Activity
Your answer should be one number: the count of lines in these entries that hold the word "reference".

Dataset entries
/* S[l] += w sum_{a + b = 2l-2} (-1)^a A[a] B[b] for the current splitting, the sides fetched once
   for all l: a in alo..ahi, b in blo..bhi. */
static int hp_split_one(hp_legs *L, hodge_ctx *H, slong g1, slong g2, slong n1, slong n2, slong alo, slong ahi,
                        slong blo, slong bhi, ulong w, fmpq_poly_t t)
{
    int st = WK_OK;
    for (slong a = alo; a <= ahi && st == WK_OK; a++) {
        L->e1[n1] = a;
        st = hp_value(L->A + a, H, g1, L->e1, n1 + 1);
    }
    for (slong b = blo; b <= bhi && st == WK_OK; b++) {
        L->e2[n2] = b;
        st = hp_value(L->B + b, H, g2, L->e2, n2 + 1);
    }
    for (slong a = alo; a <= ahi && st == WK_OK; a++) {
        if (fmpq_poly_is_zero(L->A + a))
            continue;
        for (slong b = blo + ((blo + a) % 2); b <= bhi && a + b <= 2 * L->lmax - 2; b += 2) {
            if (fmpq_poly_is_zero(L->B + b))
                continue;
            fmpq_poly_mul(t, L->A + a, L->B + b);
            fmpq_poly_scalar_mul_ui(t, t, w);
            (a % 2 ? fmpq_poly_sub : fmpq_poly_add)(L->S + (a + b) / 2 + 1, L->S + (a + b) / 2 + 1, t);
        }
    }
    return st;
}

/* L->S[l] = the separating boundary sums of T_l (without their factor 1/2), l = 1..L->lmax, for
   sorted d[0..n-1]; a splitting and its mirror image are summed once, doubled. */
static int hp_split(hp_legs *L, hodge_ctx *H, slong g, const slong *d, slong n)
{
    slong s = 0, tmax = 2 * L->lmax - 2;
    fmpq_poly_t t;
    int st = WK_OK;
    L->r = 0;
    for (slong i = 0; i < n; i++) {
        if (i == 0 || d[i] != d[i - 1])
            L->val[L->r] = d[i], L->cnt[L->r++] = 0;
        L->cnt[L->r - 1]++;
        s += d[i];
    }
    fmpq_poly_init(t);
    for (slong g1 = 0; 2 * g1 <= g && st == WK_OK; g1++) {
        memset(L->x, 0, (size_t) L->r * sizeof(slong));
        do {
            slong n1 = 0, s1 = 0, alo, ahi, blo, bhi;
            int side = hp_mirror_cmp(L, g1, g - g1);
            if (side > 0)
                continue;               /* its mirror image is summed instead, twice */
            for (slong i = 0; i < L->r; i++)
                n1 += L->x[i], s1 += L->x[i] * L->val[i];
            hp_node_range(H, g1, n1, s1, tmax, &alo, &ahi);
            hp_node_range(H, g - g1, n - n1, s - s1, tmax, &blo, &bhi);
            if (alo > ahi || blo > bhi || alo + blo > tmax)
                continue;
            slong k1, k2;
            ulong w = hp_legs_fill(L, &k1, &k2) << (side < 0);
            st = hp_split_one(L, H, g1, g - g1, k1, k2, alo, ahi, blo, bhi, w, t);
        } while (st == WK_OK && hodge_counter_next(L->x, L->cnt, L->r));
    }
    fmpq_poly_clear(t);
    return st;
}

/* T += T_l(g, d) of the file comment except the separating sums; d sorted, n + 2 <= HP_STACK.
   half receives the terms with a factor 1/2. */
static int hp_bracket(fmpq_poly_t T, fmpq_poly_t half, hodge_ctx *H, slong g, const slong *d, slong n, slong l)
{
    slong e[HP_STACK];
    fmpq_poly_t t;
    int st;
    fmpq_poly_init(t);
    memcpy(e, d, (size_t) n * sizeof(slong));
    e[n] = 2 * l;
    st = hp_add_si(T, H, 1, g, e, n + 1, t);
    for (slong i = 0; i < n && st == WK_OK; i++) {
        slong c = 1;
        if (i > 0 && d[i] == d[i - 1])
            continue;
        while (i + c < n && d[i + c] == d[i])
            c++;
        e[i] += 2 * l - 1;
        st = hp_add_si(T, H, -c, g, e, n, t);
        e[i] -= 2 * l - 1;
    }
    /* irreducible: a and 2l-2-a give the same state with the same sign */
    for (slong a = 0; a <= l - 1 && st == WK_OK; a++) {
        e[n] = a, e[n + 1] = 2 * l - 2 - a;
        st = hp_add_si(a == l - 1 ? half : T, H, a % 2 ? -1 : 1, g - 1, e, n + 2, t);
    }
    fmpq_poly_clear(t);
    return st;
}

/* Allocates the scratch of one state with brackets 1..lmax; NULL if memory is exhausted. */
static hp_legs *hp_legs_new(slong lmax)
{
    hp_legs *L = malloc(sizeof(hp_legs));
    fmpq_poly_struct *p = malloc((size_t) (6 * lmax + 2) * sizeof(fmpq_poly_struct));
    if (L == NULL || p == NULL) {
        free(L);
        free(p);
        return NULL;
    }
    for (slong i = 0; i < 6 * lmax + 2; i++)
        fmpq_poly_init(p + i);
    L->lmax = lmax, L->A = p, L->B = p + 2 * lmax, L->S = p + 4 * lmax;
    return L;
}

static void hp_legs_free(hp_legs *L)
{
    for (slong i = 0; i < 6 * L->lmax + 2; i++)
        fmpq_poly_clear(L->A + i);
    free(L->A);
    free(L);
}

/* res = P(g, d) of degree m >= 1 by the Euler recursion (file comment); d sorted, entries >= 2.
   The separating sums of all brackets come from one pass over the splittings. */
static int hp_euler(fmpq_poly_t res, hodge_ctx *H, slong g, const slong *d, slong n, slong m)
{
    slong lmax = (m + 1) / 2;
    hp_legs *L = hp_legs_new(lmax);
    fmpq_poly_t T, U;
    int st;
    if (L == NULL)
        return WK_LIMIT;
    fmpq_poly_init(T);
    fmpq_poly_init(U);
    fmpq_poly_zero(res);
    st = hp_split(L, H, g, d, n);
    for (slong l = 1; l <= lmax && st == WK_OK; l++) {
        const fmpq *b;
        fmpq_poly_zero(T);
        st = hp_bracket(T, L->S + l, H, g, d, n, l);
        fmpq_poly_scalar_div_si(U, L->S + l, 2);
        fmpq_poly_add(T, T, U);
        b = hp_bern(H, l);          /* after the bracket: the recursion may move the cache */
        if (b == NULL)
            st = WK_LIMIT;
        if (st != WK_OK || fmpq_poly_is_zero(T))
            continue;
        fmpq_poly_shift_left(U, T, 2 * l - 1);
        fmpq_poly_add(U, U, T);
        fmpq_poly_scalar_mul_fmpq(U, U, b);
        fmpq_poly_add(res, res, U);
    }
    fmpq_poly_scalar_div_si(res, res, m);
    hp_truncate(res, H, g, m);
    fmpq_poly_clear(T);
    fmpq_poly_clear(U);
    hp_legs_free(L);
    return st;
}

/* Stores res under key; WK_LIMIT if memory is exhausted. */
static int hp_store(hodge_ctx *H, const slong *key, slong klen, const fmpq_poly_t res)
{
    fmpq_t idx;
    if (H->pair_len == H->pair_cap) {
        slong nc = H->pair_cap < 64 ? 64 : 2 * H->pair_cap;
        fmpq_poly_struct *v = realloc(H->pair_vals, (size_t) nc * sizeof(fmpq_poly_struct));
        if (v == NULL)
            return WK_LIMIT;
        H->pair_vals = v, H->pair_cap = nc;
    }
    fmpq_poly_init(H->pair_vals + H->pair_len);
    fmpq_poly_set(H->pair_vals + H->pair_len, res);
    fmpq_init(idx);
    fmpq_set_si(idx, H->pair_len++, 1);
    keymap_set(&H->pair_memo, key, klen, idx);
    fmpq_clear(idx);
    return WK_OK;
}

/* Memoised P of a state with sorted d and m >= 1: the string or dilaton equation when an exponent
   is 0 or 1 (those states are met again and again), else the recursion. */
static int hp_memo(fmpq_poly_t res, hodge_ctx *H, slong g, slong *d, slong n, slong m)
{
    slong key[HP_STACK + 2];
    const fmpq *hit;
    int st;
    key[0] = g, key[1] = n;
    memcpy(key + 2, d, (size_t) n * sizeof(slong));
    hit = keymap_get(&H->pair_memo, key, n + 2);
    if (hit != NULL) {
        fmpq_poly_set(res, H->pair_vals + fmpz_get_si(fmpq_numref(hit)));
        return WK_OK;
    }
    if (H->cancel != NULL && *H->cancel)
        return WK_CANCELLED;
    if (H->limit > 0 && H->pair_memo.len > H->limit)
        return WK_LIMIT;
    if (n > 0 && d[n - 1] <= 1 && 2 * g - 3 + n > 0)
        st = hp_string_dilaton(res, H, g, d, n);
    else
        st = hp_euler(res, H, g, d, n, m);
    if (st == WK_OK && H->limit > 0 && H->pair_memo.len >= H->limit)
        st = WK_LIMIT;                  /* states finished during the recursion count too */
    if (st == WK_OK)
        st = hp_store(H, key, n + 2, res);
    return st;
}
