/* explain int_{g,n} ...: the integral written as the correlators (or, for Hodge and Theta
   integrands, the numbers of their engines) it reduces to, before its value. */
#include <stdlib.h>
#include <string.h>

#include "correlators/pushforward.h"
#include "correlators/wk.h"
#include "diag.h"
#include "hodge_lang.h"
#include "integrate.h"
#include "print.h"
#include "route.h"
#include "route_reduction.h"
#include "strata_class.h"
#include "strbuf.h"
#include "theta_lang.h"
#include "util.h"

/* The psi-only reduction as a list of (correlator, coefficient). */
typedef struct {
    interp *I;
    slong g;
    slong len, cap;
    slong **keys;                 /* keys[i][0] = n, then the sorted multi-index */
    fmpq_mpoly_struct *coeffs;
    int rc;
} reduction;

static void reduction_add(reduction *R, const slong *d, slong n, const fmpz_t c, const fmpq_mpoly_t coeff)
{
    slong i;
    for (i = 0; i < R->len; i++)
        if (R->keys[i][0] == n && memcmp(R->keys[i] + 1, d, n * sizeof(slong)) == 0)
            break;
    if (i == R->len) {
        if (R->len == R->cap) {
            R->cap = R->cap ? 2 * R->cap : 16;
            R->keys = xrealloc(R->keys, R->cap * sizeof(slong *));
            R->coeffs = xrealloc(R->coeffs, R->cap * sizeof(fmpq_mpoly_struct));
        }
        R->keys[i] = xmalloc((n + 1) * sizeof(slong));
        R->keys[i][0] = n;
        memcpy(R->keys[i] + 1, d, n * sizeof(slong));
        fmpq_mpoly_init(R->coeffs + i, R->I->ring.ctx);
        R->len++;
    }
    fmpq_mpoly_t t;
    fmpq_mpoly_init(t, R->I->ring.ctx);
    fmpq_mpoly_scalar_mul_fmpz(t, coeff, c, R->I->ring.ctx);
    fmpq_mpoly_add(R->coeffs + i, R->coeffs + i, t, R->I->ring.ctx);
    fmpq_mpoly_clear(t, R->I->ring.ctx);
}

static int reduction_term(void *data, const slong *psi, slong n, const slong *kmult, slong kmax,
                          const fmpq_mpoly_t coeff)
{
    reduction *R = data;
    pf_expansion E;
    pf_expansion_init(&E);
    int rc = pf_expand(&E, R->g, psi, n, kmult, kmax, 0);
    for (slong i = 0; rc == WK_OK && i < E.len; i++)
        reduction_add(R, E.terms[i].d, E.terms[i].n, E.terms[i].coeff, coeff);
    pf_expansion_clear(&E);
    return rc;
}

static void reduction_print(FILE *out, const reduction *R, const node *where)
{
    strbuf b;
    strbuf_init(&b);
    const char *line;
    size_t len = source_line(where->loc.src, where->loc.first_line, &line);
    if (where->loc.last_line == where->loc.first_line && (size_t)where->loc.last_column <= len + 1)
        strbuf_printf(&b, "%.*s\n", where->loc.last_column - where->loc.first_column,
                      line + where->loc.first_column - 1);
    strbuf_puts(&b, "  = ");
    int first = 1;
    for (slong i = 0; i < R->len; i++) {
        if (fmpq_mpoly_is_zero(R->coeffs + i, R->I->ring.ctx))
            continue;
        print_signed_coeff(&b, R->coeffs + i, first, &R->I->ring);
        print_correlator(&b, R->g, R->keys[i] + 1, R->keys[i][0]);
        first = 0;
    }
    if (first)
        strbuf_putc(&b, '0');
    fprintf(out, "%s\n", b.data);
    strbuf_clear(&b);
}

static void reduction_clear(reduction *R)
{
    for (slong i = 0; i < R->len; i++) {
        free(R->keys[i]);
        fmpq_mpoly_clear(R->coeffs + i, R->I->ring.ctx);
    }
    free(R->keys);
    free(R->coeffs);
}

/* The route's refusal, reported; 1 when it would run. */
static int explain_cost_ok(integral *q, const route *r)
{
    route_cost c = {0.0, NULL, ""};
    r->estimate(q, &c);
    if (c.refusal && q->expanded != -1)
        diag_error(&q->where->loc, "%s", c.msg);
    return !c.refusal;
}

/* The psi-kappa integral q as the correlators its reduction reaches. */
static int explain_reduction(integral *q)
{
    interp *I = q->I;
    reduction R = {I, q->g, 0, 0, NULL, NULL, WK_OK};
    int rc = cpoly_foreach_top(integral_expansion(q), reduction_term, &R);
    if (rc == WK_OK)
        reduction_print(I->out, &R, q->where);
    else
        integrate_report_engine(q->where, rc);
    reduction_clear(&R);
    return rc == WK_OK;
}

int integrate_explain(interp *I, const node *where, slong g, slong n, const value *integrand)
{
    if (!integrate_tree_ok(where, integrand))
        return 0;
    if (theta_in_value(integrand) && !strata_class_in_value(integrand))
        return theta_explain(I, where, g, n, integrand);
    if (!integrate_space_ok(I, where, g, n))
        return 0;
    integral q;
    integral_init(&q, I, where, g, n, integrand);
    int ok;
    if (q.family == INTEGRAND_STRATA)
        ok = explain_cost_ok(&q, &route_strata) && strata_route_explain(&q);
    else if (q.family == INTEGRAND_HODGE)
        ok = explain_cost_ok(&q, &route_hodge_operator) && hodge_lang_explain(I, where, integral_expansion(&q));
    else
        ok = explain_cost_ok(&q, &route_reduction) && explain_reduction(&q);
    integral_clear(&q);
    return ok;
}
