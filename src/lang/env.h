/* Environments: chains of scopes binding names to values, user functions and
   families of formal variables (var L_{1..6}). */
#ifndef PSIKAPPA_ENV_H
#define PSIKAPPA_ENV_H

#include "ast.h"
#include "value.h"

typedef enum { B_VALUE, B_FUNCTION, B_FAMILY } binding_kind;

typedef struct binding {
    binding_kind kind;
    char *name;           /* owned */
    value *val;           /* B_VALUE: owned reference */
    const node *def;      /* B_FUNCTION: the S_DEF node (owned by the program) */
    slong lo, hi;         /* B_FAMILY: declared index range */
} binding;

typedef struct scope {
    binding *items;
    int len, cap;
    struct scope *parent;
} scope;

scope *scope_new(scope *parent);
/* Frees the scope and its bindings (not the parent). */
void scope_free(scope *s);

/* Finds name in s or its ancestors; NULL when unbound. */
binding *scope_lookup(scope *s, const char *name);

/* Binds name in s itself, replacing a binding of the same name there.
   scope_bind_value takes over the reference v. */
void scope_bind_value(scope *s, const char *name, value *v);
void scope_bind_function(scope *s, const char *name, const node *def);
void scope_bind_family(scope *s, const char *name, slong lo, slong hi);

#endif
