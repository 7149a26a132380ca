/* Series values in the language: arithmetic with numbers and other series,
   conversions, and the messages for operations a series does not allow. */
#ifndef PSIKAPPA_SERIES_OPS_H
#define PSIKAPPA_SERIES_OPS_H

#include "interp.h"

/* Reports the tseries error rc at node `at` (mentioning `what`). */
void series_report(const node *at, int rc, const char *what);

/* Sets out (initialised in var, order) to v: a number is truncated, a series in
   the same variable is copied. Returns 1, or 0 after reporting an error at `at`. */
int series_from_value(interp *I, tseries *out, const value *v, const node *at);

/* a op b for op in + - * / where at least one of a, b is a series. */
value *series_arith(interp *I, const node *n, int op, const value *a, const value *b);
value *series_pow(interp *I, const node *n, const value *a, slong e);

/* How the coefficients of a result grow with the order (see series_size.c). */
enum { SERIES_COST_PRODUCT, SERIES_COST_QUOTIENT, SERIES_COST_POWER, SERIES_COST_EXP, SERIES_COST_LOG,
       SERIES_COST_COMPOSE };

/* Estimates the result of `what` (e.g. "this exp") on a (and b, or NULL) to
   `order`, |exponent| for powers (else 0); returns 1 when it is within the
   size limit and --max-seconds, else reports at `at` and returns 0. */
int series_size_ok(interp *I, const node *at, const char *what, int kind, const tseries *a, const tseries *b,
                   slong order, double exponent);

#endif
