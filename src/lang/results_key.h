/* Keys of the results store: the SHA-256 of a canonical, complete
   serialisation of a question, never of its printed form (the printer elides
   deep expressions and is not injective). Two questions have the same key only
   if they are the same question; the same question asked with its variables
   declared in another order, or built with a different sharing of
   subexpressions, may get another key (a miss, never a wrong answer). */
#ifndef PSIKAPPA_RESULTS_KEY_H
#define PSIKAPPA_RESULTS_KEY_H

#include "classes/classexpr.h"
#include "scalar.h"

/* The key of "the integral of e over Mbar_{g,n}" as 64 hex digits in hex.
   Returns 1, or 0 when no key can be formed (an exponent beyond a machine
   word, an unnamed variable): the answer is then neither looked up nor stored. */
int results_key_integral(const scalar_ring *R, slong g, slong n, const cx *e, char hex[65]);

/* Appends the canonical text of the scalar p to the hash: its terms as
   (coefficient, sorted name^exponent list), sorted. Returns 0 when it cannot
   be formed. Exposed for the tests. */
struct sha256_ctx;
int results_key_scalar(struct sha256_ctx *h, const fmpq_mpoly_t p, const scalar_ring *R);

/* Number of distinct nodes hashed by the last results_key_integral call. */
slong results_key_last_nodes(void);

#endif
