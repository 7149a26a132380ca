/* Evaluation of expressions and names (eval.c). */
#ifndef PSIKAPPA_EVAL_H
#define PSIKAPPA_EVAL_H

#include "interp.h"

/* Names, items of lists, subscripted names L_{i} and V_{g,n} (eval_names.c). */
value *eval_name(interp *I, scope *s, const node *n);
value *eval_indexed(interp *I, scope *s, const node *n);
value *eval_subscript(interp *I, scope *s, const node *n);
/* Reports a name reserved for a class that is not available (unavailable.h)
   at `at`; 1 when name is one. */
int names_check_reserved(const srcloc *at, const char *name);

/* Evaluation entry points shared by the statement executor and builtins. */
value *eval_expr(interp *I, scope *s, const node *n);
/* Evaluates n as an integer >= lo; reports an error naming `what` otherwise. */
int eval_slong(interp *I, scope *s, const node *n, const char *what, slong lo, slong *out);
/* Evaluates n as a condition (a number; nonzero is true); 0 after an error. */
int eval_truth(interp *I, scope *s, const node *n, int *truth);

#endif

Response area
2